What is expected: From the line containing "return spans;" down to the last line of the records below, restate each line word for word and leave out the rest.

[Stored data entries]
function rearLounge(f: Frame, brief: Brief, v: Variant): Rear {
  const lined = f.Y1 - f.Y0;
  const tallest = Math.max(...brief.sleepers);
  const mattress = mattressOfClass(brief.mattress);
  // Benches long enough to sleep along when the lined width is too short to sleep across.
  const across = tallest + SIZES.bedAllowance <= lined && (mattress ? mattress.length <= lined : true);
  const base = across
    ? Math.max(1200, SIZES.perSleeperWidth * lowerSleepers(brief, v.pattern), mattress?.width ?? 0)
    : Math.max(tallest + SIZES.bedAllowance, mattress?.length ?? 0);
  const length = ceil10(base) + v.bedStep * 100;
  const x0 = f.L - length;
  const E = loungeElevation(f);
  const d = SIZES.benchDepth;
  const bench = (side: 'left' | 'right'): Part => ({
    role: 'bench-bed', kind: 'bench-seat', label: side === 'left' ? 'Lounge bench, left' : 'Lounge bench, right',
    x: x0, y: side === 'left' ? f.Y0 : f.Y1 - d, length, width: d, elevation: E, height: SIZES.benchBoard,
    facing: side === 'left' ? 'right' : 'left', arrangements: ALL,
  });
  const infill: Part = { role: 'infill', kind: 'bed-infill', label: 'Bed infill', x: x0, y: f.Y0 + d, length, width: lined - 2 * d, elevation: E, height: SIZES.benchBoard, facing: 'front', arrangements: ['sleep'] };
  const tableLength = Math.min(600, length - 200);
  const table: Part = { role: 'table', kind: 'table', label: 'Lounge table', x: f.L - tableLength, y: f.Y0 + d + 100, length: tableLength, width: Math.max(200, lined - 2 * d - 200), elevation: 700, height: 30, facing: 'front', arrangements: ['lounge'] };
  const [a0, a1] = betweenArches(f, x0, f.L);
  return {
    parts: [bench('left'), bench('right'), infill, table],
    frontEnd: x0,
    slots: [
      { x0, x1: f.L, y0: a0, y1: f.Y0 + d, height: E - 20, front: 'right' },
      { x0, x1: f.L, y0: f.Y1 - d, y1: a1, height: E - 20, front: 'left' },
    ],
    bedAcross: lined >= length,
  };
}

/**
 * The second level over a rear zone: the upper bed over the lower one's outline, its underside
 * levelHeadroom above the lower mattress, and a ladder in front of it at night (its top is above
 * the 800 mm climb height, egress.sleep), centred across the van so the walkway passes beside it;
 * the wall runs stop short of the ladder.
 */
function secondLevel(f: Frame, rear: Rear, lowerTop: number, dropDown: boolean): Rear {
  const lower = rear.parts.filter((p) => p.role === 'bed' || p.role === 'bench-bed' || p.role === 'infill');
  const x0 = Math.min(...lower.map((p) => p.x)), x1 = Math.max(...lower.map((p) => p.x + p.length));
  const y0 = Math.min(...lower.map((p) => p.y)), y1 = Math.max(...lower.map((p) => p.y + p.width));
  const U = lowerTop + SIZES.levelHeadroom;
  const upper: Part = {
    role: 'bed', kind: 'bed-platform', label: dropDown ? 'Drop-down bed' : 'Upper bunk', x: x0, y: y0, length: x1 - x0, width: y1 - y0,
    elevation: U, height: SIZES.upperBedThickness, facing: 'front', arrangements: dropDown ? ['sleep'] : ALL,
  };
  const { along, across } = SIZES.ladder;
  const ladder: Part = {
    role: 'ladder', kind: 'step', label: 'Ladder', x: x0 - along, y: (f.Y0 + f.Y1) / 2 - across / 2, length: along, width: across,
    elevation: 0, height: U + SIZES.upperBedThickness, facing: 'front', arrangements: ['sleep'],
  };
  return { ...rear, parts: [...rear.parts, upper, ladder], frontEnd: x0 - along };
}

/** The top of the lower mattress of a pattern's rear zone, mm above the finished floor. */
function lowerTopOf(f: Frame, brief: Brief, v: Variant): number {
  return isLounge(v.pattern) ? loungeElevation(f) + SIZES.benchBoard : bedElevation(f, brief, v) + SIZES.bedThickness;
}

const loungeElevation = (f: Frame) => Math.max(f.archClearElevation, 300);

interface RunItem {
  what: string;
  length: number;
  depth: number;
  minX?: number;
  parts: (x: number, wall: 'left' | 'right') => Part[];
}

function kitchenRun(f: Frame, brief: Brief, v: Variant): RunItem[] {
  const k = brief.kitchen;
  const gas = brief.fuel === 'gas';
  const sink = k.sink ? SIZES.sinkLength : 0;
  const wanted = k.sink || k.hob || k.counterMin > 0;
  const counterTotal = wanted ? Math.max(k.counterMin, sink + (k.hob ? SIZES.hobLength : 0), sink + 300) + v.counterStep * 200 : 0;
  const worktop = counterTotal - sink;
  const fridge = k.fridge === 'none' ? null : FRIDGE_UNITS[k.fridge];
  const side = (wall: 'left' | 'right') => ({ y: (depth: number) => (wall === 'left' ? f.Y0 : f.Y1 - depth), facing: (wall === 'left' ? 'right' : 'left') as Part['facing'] });
  const gasItem: RunItem | null = gas ? {
    what: 'the gas locker', length: SIZES.gasLocker.length, depth: SIZES.gasLocker.width,
    parts: (x, wall) => [{ role: 'gas', kind: 'gas-locker', label: 'Gas locker', x, y: side(wall).y(SIZES.gasLocker.width), length: SIZES.gasLocker.length, width: SIZES.gasLocker.width, elevation: 0, height: SIZES.gasLocker.height, facing: side(wall).facing, arrangements: ALL, props: { cylinders: 1, cylinderKg: 6 } }],
  } : null;
  const fridgeItem: RunItem | null = fridge ? {
    what: 'the fridge', length: fridge.length, depth: fridge.width,
    parts: (x, wall) => [{ role: 'fridge', kind: 'fridge', label: 'Fridge', x, y: side(wall).y(fridge.width), length: fridge.length, width: fridge.width, elevation: 0, height: fridge.height, facing: side(wall).facing, arrangements: ALL, props: { litres: fridge.litres, watts: 45, dutyCycle: 0.33 } }],
  } : null;
  // Under the worktop: the appliances that fit beneath it, each with the worktop raised over it.
  const under = v.appliances === 'under' ? [fridgeItem, gasItem].filter((i): i is RunItem => i !== null && i.parts(0, 'left')[0].height <= 800) : [];
  let room = worktop;
  const underHere = under.filter((i) => (room -= i.length) >= 0);
  const counterItem: RunItem | null = counterTotal > 0 ? {
    what: `the kitchen counter (${counterTotal} mm)`, length: counterTotal, depth: SIZES.kitchenDepth,
    parts: (x, wall) => {
      const { y, facing } = side(wall);
      const out: Part[] = [];
      let at = x;
      if (sink) {
        out.push({ role: 'sink', kind: 'sink-unit', label: 'Sink', x: at, y: y(SIZES.kitchenDepth), length: sink, width: SIZES.kitchenDepth, elevation: 0, height: 900, facing, arrangements: ALL });
        at += sink;
      }
      let top = at;
      for (const item of underHere) {
        const [app] = item.parts(top, wall);
        const lift = app.height + 10;
        out.push(app, { role: 'counter', kind: 'kitchen-counter', label: 'Kitchen counter', x: top, y: y(SIZES.kitchenDepth), length: item.length, width: SIZES.kitchenDepth, elevation: lift, height: 900 - lift, facing, arrangements: ALL });
        top += item.length;
      }
      if (at + worktop > top) out.push({ role: 'counter', kind: 'kitchen-counter', label: 'Kitchen counter', x: top, y: y(SIZES.kitchenDepth), length: at + worktop - top, width: SIZES.kitchenDepth, elevation: 0, height: 900, facing, arrangements: ALL });
      if (k.hob) {
        out.push({ role: 'hob', kind: 'hob', label: 'Hob', x: at + Math.max(0, (worktop - SIZES.hobLength) / 2), y: wall === 'left' ? f.Y0 + 75 : f.Y1 - 75 - 350, length: SIZES.hobLength, width: 350, elevation: 900, height: 60, facing, arrangements: ALL, props: { burners: 2, fuel: gas ? 'LPG' : 'induction (electric)', ...(gas ? {} : { watts: 1800, hoursPerDay: 0.5 }) } });
      }
      return out;
    },
  } : null;
  return [underHere.includes(gasItem!) ? null : gasItem, counterItem, underHere.includes(fridgeItem!) ? null : fridgeItem].filter((x): x is RunItem => x !== null);
}
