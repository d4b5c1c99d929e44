/**
 * `npm run bench:vitals`: Web Vitals of the production build in Debian's Chromium, measured by the
 * `web-vitals` library (from npm) injected into each page before its own scripts.
 *
 *  - LCP and CLS on a cold load (fresh browser context, empty cache) of the start page, sign-in,
 *    the layouts table, the editor on a 30-module layout, its viewer link and its build planner.
 *    Each page is loaded COLD_LOADS (3) times: LCP and the bay drawn are the median of the loads,
 *    CLS the worst. One cold load alone moved by a third from run to run on this machine.
 *  - INP of single interactions, each on its own load of the page, so the figure belongs to that
 *    interaction alone: drop a module from the Parts shelf, drag a module, type a length in the
 *    Details panel, switch arrangement (editor); switch a build-plan tab (build planner).
 *  - Editor: the bay drawn, ms after navigation start (the plan's canvas is in the page and two
 *    frames have been painted since), on the cold loads above. Also, for information, on a repeat
 *    visit: one browser context opens the editor WARM_VISITS (2) times, so Chromium has the
 *    scripts in its HTTP cache and their compiled code in its code cache (it keeps compiled code
 *    from a script's second load on), then REPEAT_VISITS (3) more times, timed; the median.
 *
 * Each runs twice: unthrottled, and with Chromium's CPU throttled 4× (a mid-range tablet) through
 * CDP `Emulation.setCPUThrottlingRate`. Goals at 4×: LCP ≤ 2500 ms, INP ≤ 200 ms, CLS ≤ 0.1 on every
 * page (web.dev's "good" thresholds); unthrottled: bay drawn ≤ 1000 ms, INP ≤ 100 ms.
 * web-vitals reports INP only for interactions of 16 ms or more (its lowest threshold); a missing
 * report is written as 16 ms, an upper bound. An interaction's INP is also read from the Event
 * Timing entries after the interaction began (see inpOf), because web-vitals reports only growth. Prints only; bench/index.ts writes the report.
 */
import fs from 'node:fs';
import path from 'node:path';
import { chromium, type Browser, type BrowserContext, type Page } from '@playwright/test';
import { startTestServer } from '../scripts/lib/test-server';
import { DEMO_PASSWORD } from '../lib/demo-accounts';
import { generateLayout } from '../tests/checks/fixtures/generatedLayout';
import { LAUNCH } from './bundles';
import { median, round } from './stats';
import { inArrangement } from '@/lib/layout/bay';
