/**
 * Proposals: from a client's brief to checked starting layouts (generate.ts), with the brief's
 * schema (brief.ts), the arrangement patterns (patterns.ts), scores (score.ts) and reasons
 * (reasons.ts). Pure: must never import React, Next, the database or the services.
 */
export * from './brief';
export { generateProposals, briefBay, variantsFor, MAX_CANDIDATES, MAX_PROPOSALS, type Proposal, type NearMiss, type ProposalResult, type ProposalStats } from './generate';
export { briefFromLayout } from './brief-from-layout';
export { PATTERNS, patternsFor, freshLitres, type PatternId } from './patterns';
export { METRIC_WORDS, type Figures, type Score, type Metric } from './score';
export type { Reason } from './reasons';
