import { z } from 'zod';
import { handle, json, parseWith, readJson, requireActor } from '@/server/api/respond';
import { listInvitations } from '@/db/sharing/invitations';
import { requireWorkshop } from '@/db/access';
import { inviteAndMail } from '@/server/mail/invite';
import { idField } from '@/db/ids';

export const dynamic = 'force-dynamic';

const inviteBody = z.strictObject({
  email: z.email('enter a valid e-mail address').max(254),
  name: z.string().trim().min(1, 'give the client’s name').max(80),
  layoutId: idField('choose one of this studio’s layouts').nullable().optional(),
});

/** The studio's invitations and their state (owners and designers). */
export const GET = handle(async (req) => {
  const actor = await requireActor(req);
  return json({ invitations: await listInvitations(actor) });
});

/**
 * Invites a client by mail: the link lets them set a password, or join with the account they
 * already have. Answers the same either way.
 */
export const POST = handle(async (req) => {
  const actor = await requireActor(req);
  requireWorkshop(actor, 'invite clients');
  const body = parseWith(inviteBody, await readJson(req, 16 * 1024));
  return json(await inviteAndMail(req, actor, { ...body, role: 'client' }), { status: 201 });
});
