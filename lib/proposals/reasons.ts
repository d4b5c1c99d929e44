/**
 * Why a candidate does not work, in the trade's words, with the rule's plain name and both numbers
 * taken from the check finding (measured and required) or from the layout miss. Bed length,
 * bed width and standing headroom get a sentence of their own ("a bed across needs 1970 mm for
 * the 1870 mm sleeper; the lined width here is 1728 mm"); every other rule is named with its
 * numbers and the check's own message. Pure: must never import React, Next, the database or the services.
 */
import { ruleName } from '../checks/words';
import type { Finding } from '../checks/types';
import { buildUpThickness } from '../layout/bay';
import type { LayoutDoc } from '../layout/schema';
import type { LayoutMiss } from './patterns';

export interface Reason {
  /** The rule's plain name. */
  rule: string;
  measured: number;
  required: number;
  unit: string;
  message: string;
  /** Keeps reasons of one rule about different things apart (a bed across vs lengthways). */
  context?: string;
}

const mm = (n: number) => `${Math.round(n)} mm`;

export function explainFinding(f: Finding, doc: LayoutDoc, bedAcross: boolean): Reason {
  const measured = f.measured ?? 0;
  const required = f.required ?? 0;
  const unit = f.unit ?? '';
  const rule = ruleName(f.id);
  const base = { rule, measured, required, unit };
  const t = buildUpThickness(doc);
  const linedWidth = doc.bay.width - 2 * t.wallT;
  switch (f.id) {
    case 'sleep.length': {
      const tallest = Math.max(...doc.occupants.sleepers);
      const across = bedAcross && measured <= linedWidth;
      const where = across ? (measured === linedWidth ? `the lined width here is ${mm(measured)}` : `the bed across is ${mm(measured)} long`) : `the bed is ${mm(measured)} long`;
      return { ...base, context: across ? 'across' : 'lengthways', message: `A bed ${across ? 'across' : 'lengthways'} needs ${mm(required)} for the ${mm(tallest)} sleeper (stature + ${mm(required - tallest)}); ${where}.` };
    }
    case 'sleep.width': {
      const people = Math.round(required / 600) || 1;
      return { ...base, message: `The bed for ${people === 1 ? 'one sleeper' : `${people} sleepers`} needs ${mm(required)} of width; it is ${mm(measured)} wide here${bedAcross ? '' : ` (the lined width is ${mm(linedWidth)})`}.` };
    }
    case 'headroom.standing':
      return { ...base, message: `Standing upright needs ${mm(required)} (the ${mm(doc.occupants.standingHeight)} stature + ${mm(required - doc.occupants.standingHeight)} margin); the clear height here is ${mm(measured)} after the floor and roof build-up.` };
    default:
      return { ...base, context: f.arrangement, message: `${rule}: ${unit === 'mm' ? `needs ${mm(required)}, has ${mm(measured)}` : `needs ${required} ${unit}, has ${measured}`}. ${f.message}` };
  }
}

export function explainMiss(m: LayoutMiss): Reason {
  return { rule: m.rule, measured: m.measured, required: m.required, unit: m.unit, message: m.message };
}
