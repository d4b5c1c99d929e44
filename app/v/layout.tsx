import type { Metadata } from 'next';
import type { ReactNode } from 'react';
import { AppProviders } from '@/components/ui/AppProviders';

/**
 * Everything under /v is a viewer link: never indexed, never followed, and no referrer leaves
 * the page (the token is in the address). next.config.ts sends the same as HTTP headers.
 */
export const metadata: Metadata = {
  robots: { index: false, follow: false, nocache: true, googleBot: { index: false, follow: false } },
  referrer: 'no-referrer',
};

export default function ViewerLayout({ children }: { children: ReactNode }) {
  // The viewer reads the layout and its checks through the query cache; the drawing may toast.
  return <AppProviders>{children}</AppProviders>;
}
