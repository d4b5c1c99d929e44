// Working with a client, end to end in Chromium: the designer issues revision A and shares a live
// viewer link (which follows a save within 2 s), invites a new client; the invitation mail
// arrives at the development mail server and is parsed with mailparser; the client follows the
// link, sets a password, sees the layout, places a mark-up (edits it, removes a stray reply) and
// approves revision A; the designer sees the approval, settles the mark-up, issues revision B and
// compares (revision clouds); the client returns B for changes. The viewer link is withdrawn and
// says so. Screenshots kept as artifacts.
import { expect, test, type Browser, type Page } from '@playwright/test';
import { simpleParser } from 'mailparser';
import { keepScreenshot, signIn } from './helpers';

const stamp = Date.now().toString(36);
const LAYOUT = `Okafor — L3H2 weekender ${stamp}`;
const CLIENT_EMAIL = `sam.${stamp}@client.test`;
const CLIENT_PASSWORD = 'a-long-client-password';

async function signedIn(browser: Browser, email: string): Promise<Page> {
  const page = await (await browser.newContext()).newPage();
  await signIn(page, email, { open: null }); // each test opens its own page first
  return page;
}

async function waitForPlan(page: Page) {
  await expect(page.getByTestId('plan').locator('canvas').first()).toBeVisible({ timeout: 30_000 });
}

/** The owner reads the outbox page and downloads the newest message to `to`, parsed. */
async function latestMailTo(owner: Page, to: string, subject: RegExp) {
  let id: string | null = null;
  await expect.poll(async () => {
    await owner.goto('/outbox');
    const row = owner.getByRole('row').filter({ hasText: to }).filter({ hasText: subject }).first();
    id = (await row.count()) ? await row.getAttribute('data-mail-id') : null;
    return id;
  }, { timeout: 15_000 }).not.toBeNull();
  const res = await owner.request.get(`/outbox/${id}/raw`);
  expect(res.status()).toBe(200);
  expect(res.headers()['content-type']).toContain('message/rfc822');
  return { id: id!, mail: await simpleParser(await res.body()) };
}
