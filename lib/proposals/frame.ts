/**
 * The bay as the generator sees it: lined interior, clear height, arches as boxes, the side
 * door's span and the keep-clear entries — worked out once per brief from the bay model
 * (lib/layout/bay.ts), never again per candidate. Proposals are built with the side door on the
 * right; a bay whose side door is on the left is mirrored in, and its proposals mirrored out.
 * Pure: must never import React, Next, the database or the services.
 */
import type { Bay, LayoutDoc } from '../layout/schema';
import { archBoxes, buildUpThickness, clearHeight, linedInterior } from '../layout/bay';
import { DEFAULT_BUILD_UP } from '../layout/templates';
import type { Rect } from '../geometry/rect';
import { doorEntries, type Part, type Zone } from './parts';

export interface Frame {
  bay: Bay;
  mirrored: boolean;
  L: number;
  Y0: number;
  Y1: number;
  floorT: number;
  wallT: number;
  clear: number;
  arches: { side: 'left' | 'right'; rect: Rect; height: number }[];
  /** The side door's span along the right wall, or null. */
  sideDoor: { x0: number; x1: number } | null;
  entries: Zone[];
  /** Elevation above the finished floor that clears every arch (mm, up to the next 10). */
  archClearElevation: number;
}

function mirrorBay(bay: Bay): Bay {
  return {
    ...bay,
    wheelArches: bay.wheelArches.map((a) => ({ ...a, side: a.side === 'left' ? 'right' : 'left' })),
    doors: bay.doors.map((d) => ({ ...d, wall: d.wall === 'left' ? 'right' : d.wall === 'right' ? 'left' : d.wall, offset: d.wall === 'rear' ? bay.width - d.offset - d.width : d.offset })),
  };
}

export function frameOf(bay: Bay): Frame {
  const leftOnly = bay.doors.some((d) => d.wall === 'left') && !bay.doors.some((d) => d.wall === 'right');
  const b = leftOnly ? mirrorBay(bay) : bay;
  const doc = { bay: b, buildUp: DEFAULT_BUILD_UP } as Pick<LayoutDoc, 'bay' | 'buildUp'>;
  const t = buildUpThickness(doc);
  const lined = linedInterior(doc);
  const side = b.doors.filter((d) => d.wall === 'right').sort((p, q) => q.width - p.width)[0];
  const arches = archBoxes(doc);
  const highest = arches.reduce((h, a) => Math.max(h, a.height), 0);
  return {
    bay: b,
    mirrored: leftOnly,
    L: b.length,
    Y0: lined.y0,
    Y1: lined.y1,
    floorT: t.floorT,
    wallT: t.wallT,
    clear: clearHeight(doc),
    arches,
    sideDoor: side ? { x0: side.offset, x1: side.offset + side.width } : null,
    entries: doorEntries(b, t.wallT),
    archClearElevation: Math.max(0, Math.ceil((highest - t.floorT) / 10) * 10),
  };
}

/** A part drawn for the mirrored bay, put back into the real one. */
export function unmirror(p: Part, width: number): Part {
  const facing = p.facing === 'left' ? 'right' : p.facing === 'right' ? 'left' : p.facing;
  return { ...p, y: width - p.y - p.width, facing };
}

/** The free spans of a wall between x0 and x1 once arches (and, on the right, the door entry) are taken out. */
export function wallSpans(f: Frame, wall: 'left' | 'right', x0: number, x1: number): [number, number][] {
  const blocked: [number, number][] = f.arches.filter((a) => a.side === wall).map((a) => [a.rect.x0, a.rect.x1]);
  if (wall === 'right') for (const z of f.entries) if (z.rect.y1 >= f.Y1) blocked.push([z.rect.x0, z.rect.x1]);
  blocked.sort((a, b) => a[0] - b[0]);
  const spans: [number, number][] = [];
  let at = x0;
  for (const [b0, b1] of blocked) {
    if (b1 <= at || b0 >= x1) continue;
    if (b0 > at) spans.push([at, b0]);
    at = Math.max(at, b1);
  }
  if (at < x1) spans.push([at, x1]);
  return spans;
}

/** The band across the van clear of arches over x0..x1 (the floor between them). */
export function betweenArches(f: Frame, x0: number, x1: number): [number, number] {
  let y0 = f.Y0, y1 = f.Y1;
  for (const a of f.arches) {
    if (a.rect.x1 <= x0 || a.rect.x0 >= x1) continue;
    if (a.side === 'left') y0 = Math.max(y0, a.rect.y1 + 10);
    else y1 = Math.min(y1, a.rect.y0 - 10);
  }
  return [y0, y1];
}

Written solution:
  return spans;
}

/** The band across the van clear of arches over x0..x1 (the floor between them). */
export function betweenArches(f: Frame, x0: number, x1: number): [number, number] {
  let y0 = f.Y0, y1 = f.Y1;
  for (const a of f.arches) {
    if (a.rect.x1 <= x0 || a.rect.x0 >= x1) continue;
    if (a.side === 'left') y0 = Math.max(y0, a.rect.y1 + 10);
    else y1 = Math.min(y1, a.rect.y0 - 10);
  }
  return [y0, y1];
}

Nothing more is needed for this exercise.